“O God, You Who by the guidance of a star this day revealed Your only-begotten Son to the Gentiles; mercifully grant that we who know You now by faith, may come to behold You in glory.”
”Today is the time of feasting, and the ranks of saints and angels have joined us in celebration
Today the grace of the all-holy Spirit in the likeness of a dove comes down upon the waters
Today shines the Sun that never sets”
Today is the feast of Epiphany and Theophany, also known as “Twelfth Night.” The Twelve Days of Christmas aren’t just a song—there are traditionally twelve days after Dec. 25 also celebrated as Christmas, ending on Jan. 6. Catholics still celebrate the Epiphany, but even among Protestants in some areas, particularly 18th-century America, “Twelfth Night” used sometimes to be a bigger celebration than Christmas Day. There are various wonderful ways to celebrate the feast, including the king cakes and other traditions I have previously described, but what exactly is the feast about?
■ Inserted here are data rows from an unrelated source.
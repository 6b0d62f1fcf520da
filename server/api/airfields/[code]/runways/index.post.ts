import { airfieldCodeParamSchema, runwaySchema } from '#shared/utils/airfield-schema'
import { addRunway } from '../../../../domain/airfields/edit'
import { loadAirfield } from '../../../../domain/airfields/lookup'

export default defineApiHandler(async (event) => {
  const user = await requireCapability(event, 'manage-airfields')
  const { code } = readParams(event, airfieldCodeParamSchema)
  const body = await readBodyWith(event, runwaySchema)
  const added = await addRunway(user, await loadAirfield(code), body)
  setResponseStatus(event, 201)
  return added
})
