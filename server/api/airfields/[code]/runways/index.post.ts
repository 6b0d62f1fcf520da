import { airfieldCodeParamSchema, runwaySchema } from '#shared/utils/airfield-schema'
import { airfieldDetail, runwayEndValues } from '../../../../domain/airfields'
import { loadAirfield } from '../../../../domain/airfields/lookup'

export default defineApiHandler(async (event) => {
  const user = await requireCapability(event, 'manage-airfields')
  const { code } = readParams(event, airfieldCodeParamSchema)
  const body = await readBodyWith(event, runwaySchema)
  const airfield = await loadAirfield(code)
  const ends = runwayEndValues(airfield, body)
  try {
    const runway = await useDB().transaction(async (tx) => {
      const [row] = await tx.insert(schema.runways).values({ airfieldId: airfield.id, lengthM: body.lengthM ?? null }).$returningId()
      await tx.insert(schema.runwayEnds).values(ends.map(e => ({ ...e, runwayId: row!.id })))
      await recordAudit(tx, { user }, 'runway.create', 'runway', row!.id, {
        airfieldCode: airfield.code, ends: ends.map(e => ({ designator: e.designator, trueHeadingDeg: e.trueHeadingDeg, headingSource: e.headingSource })),
      })
      return row!.id
    })
    const detail = await airfieldDetail(airfield)
    setResponseStatus(event, 201)
    return { runway: detail.runways.find(r => r.id === runway), airfield: detail }
  }
  catch (err) {
    if (isDuplicateKeyError(err)) {
      throw createError({ statusCode: 409, statusMessage: `${airfield.code} already has a runway end ${ends.map(e => e.designator).join(' or ')}`, data: { issues: [{ field: 'ends[0].designator', message: 'already in use at this airfield' }] } })
    }
    throw err
  }
})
Epiphany commemorates the coming of the three kings or Magi to adore the Christ Child (Matt. 2), and Theophany commemorates Jesus’s baptism in the Jordan River (Matt. 3) and the revelation of the Trinity that followed it.
There is obvious importance to these two Biblical feasts, celebrated simultaneously today (along with Jesus’s first miracle at Cana, John 2), with the Epiphany more emphasized in the West and the Theophany more emphasized in the East. Epiphany represents the first time it was clear that the Messiah came not only for God’s chosen people, the Jews, but for the whole world (the “Gentiles”). The three gifts of the Magi are also significant in revealing Jesus’s various roles, as the Divine Priest (frankincense, which was and is used in religious liturgies), as the sacrifice for the sins of the world (myrrh, used to embalm dead bodies), and as the King of the Universe (gold).
Meanwhile, Theophany shows the vital importance of baptism; connects the Old and New Testaments since St. John the Baptist is the last prophet of the Old Law; and reveals the mystery of the Triune God, one God in three persons.
Have a blessed Epiphany and Theophany!